Register Renamer

It is legal for the renamer to use physical register number zero. While architectural register number zero is not assigned a physical register. Architectural register number zero is always bypassed to zero and hence does not need a physical register number.

Physical target registers are assigned by Qupls\_reg\_renamer during the rename stage of the pipeline. Target registers for architectural register zero are not assigned.

I have forgotten the exact heuristic for the number of physical registers that should be present. It must be significantly more than the architectural number of registers. Since this architecture has a lot of registers, that means loads of them. Fortunately block RAM is used to implement the register file and can provide up to 512 physical registers. That many register are not needed. The design is restricted to 256 physical registers. This is about 3.5 times as many architectural registers, which should be plenty. The 256 registers not used in the block RAM are reserved for future usage.

The renamer uses four fifos that can each contain 64 rename register tags. The number of tags supported by all four fifos is thus 256, matching the number of physical registers. Each fifo may be used to allocate a target physical register every clock cycle. Therefore up to four target registers may be assigned.

Register File

Because there are only four write ports, writing to architectural register zero bypasses the value to zero on a write. Otherwise much more bypassing would be required to bypass the value read to zero on read ports.

The stack pointer register is banked depending on the operating mode. This is easily accomplished by adding the operating mode to the specified register. Registers 65 to 68 are used as the stack pointers.

|  |  |
| --- | --- |
| Regno | Usage |
| 0 | Always written as zero, thus reads as zero |
| 1 to 62 | Programming model visible registers |
| 63 | Alias for registers 65 to 68, looks like the stack pointer |
| 64 | Not used, looks like zero in some cases. |
| 65 | Application stack pointer |
| 66 | Supervisor stack pointer |
| 67 | Hypervisor stack pointer |
| 68 | Machine stack pointer |
| 69 | Micro code temporary |
| 70 | Micro code temporary |
| 71 | Micro code temporary |
| 72 | Micro code temporary |
| 73 | Micro code stack pointer |

Decoder

Need to know if the architectural register is register zero in several places. So the decoder decodes this status into a single bit.

Instruction Extract

The BSR / BRA instruction is trapped in the extract stage and causes an immediate change of the IP. At decode, the BSR / BRA is flagged as done already and thus is never scheduled for execution.

Predicated Execution

Predicated execution of instructions and masking of vector operations is handled using a PRED instruction modifier. The modifier is placed in code before the instructions it applies to. Using the PRED modifier is more code dense than having a predicate register field in every instruction. The PRED modifier shows up only when needed, which is not for most instructions. A single PRED modifier applies for up to eight following instructions. A mask field in the PRED modifier allows instructions to ignore the predicate if the modifier is to be applied to fewer than eight instructions.

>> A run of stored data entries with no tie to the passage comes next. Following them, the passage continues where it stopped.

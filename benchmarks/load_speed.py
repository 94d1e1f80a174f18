"""CSV loading time against the number of cells and of blank columns (issue 16: it must be linear in
cells and not grow with blank columns).  Prints one line per case; no assertions (speed is not a test).

    python benchmarks/load_speed.py [--rows N]
"""
from __future__ import annotations

import argparse
import tempfile
import time
from pathlib import Path


def _write(path: Path, rows: int, blank_cols: int, extra_cols: int) -> None:
    names = ["time_s", "current_a", "voltage_v"] + [f"x{k}" for k in range(extra_cols)] + \
        [f"b{k}" for k in range(blank_cols)]
    tail = "," * blank_cols
    with open(path, "w") as f:
        f.write(",".join(names) + "\n")
        for k in range(rows):
            extras = "".join(f",{k * 0.5 + j:.3f}" for j in range(extra_cols))
            f.write(f"{k},{1.0 + (k % 7) * 0.1:.3f},{3.7 - k * 1e-5:.5f}{extras}{tail}\n")


def main(argv=None) -> None:
    from socfuse.models.loaders import load_recording

    ap = argparse.ArgumentParser(description=__doc__)
    ap.add_argument("--rows", type=int, default=2000)
    a = ap.parse_args(argv)
    print(f"{'rows':>7} {'blank':>6} {'extra':>6} {'cells':>10} {'load_s':>8} {'us/cell':>8}")
    with tempfile.TemporaryDirectory() as d:
        _write(Path(d) / "warm.csv", 10, 0, 0)
        load_recording(Path(d) / "warm.csv")  # imports (pandas) outside the timing
        for rows, blank, extra in [(a.rows, 0, 0), (a.rows, 0, 10), (a.rows * 10, 0, 0), (a.rows, 1000, 0),
                                   (a.rows, 5000, 0), (200, 50000, 0)]:
            p = Path(d) / "x.csv"
            _write(p, rows, blank, extra)
            t0 = time.perf_counter()
            load_recording(p)
            dt = time.perf_counter() - t0
            cells = rows * (3 + blank + extra)
            print(f"{rows:7d} {blank:6d} {extra:6d} {cells:10d} {dt:8.3f} {1e6 * dt / cells:8.3f}")


if __name__ == "__main__":
    main()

The PRED modifier modifies the scheduling of subsequent instructions. Up to eight following instructions may check the predicate status of the PRED instruction.

The PRED modifier is scheduled and executes like any other instruction. It amounts to a bit extract from a register then a case statement based on a mask. It is handled by ALU logic. The PRED modifier writes its result, which is a single byte, to the ROB entry for the PRED instruction. The ROB was selected as the place to store the predicate result because the result is temporary and needed only by the scheduler for subsequent instructions. Scheduling of subsequent instructions checks for a prior PRED modifier. If found, the appropriate predication bit is then read from the ROB and used to either schedule the instruction on its functional unit (bit=1), or schedule the instruction as a copy target on the ALU (bit = 0).

Sync

For the demo version, to reduce the logic footprint, any sync instruction will cause a pipeline flush. Demo sync does not resolve before and after fields of the instruction. This guarantees the sync will work at the cost of performance.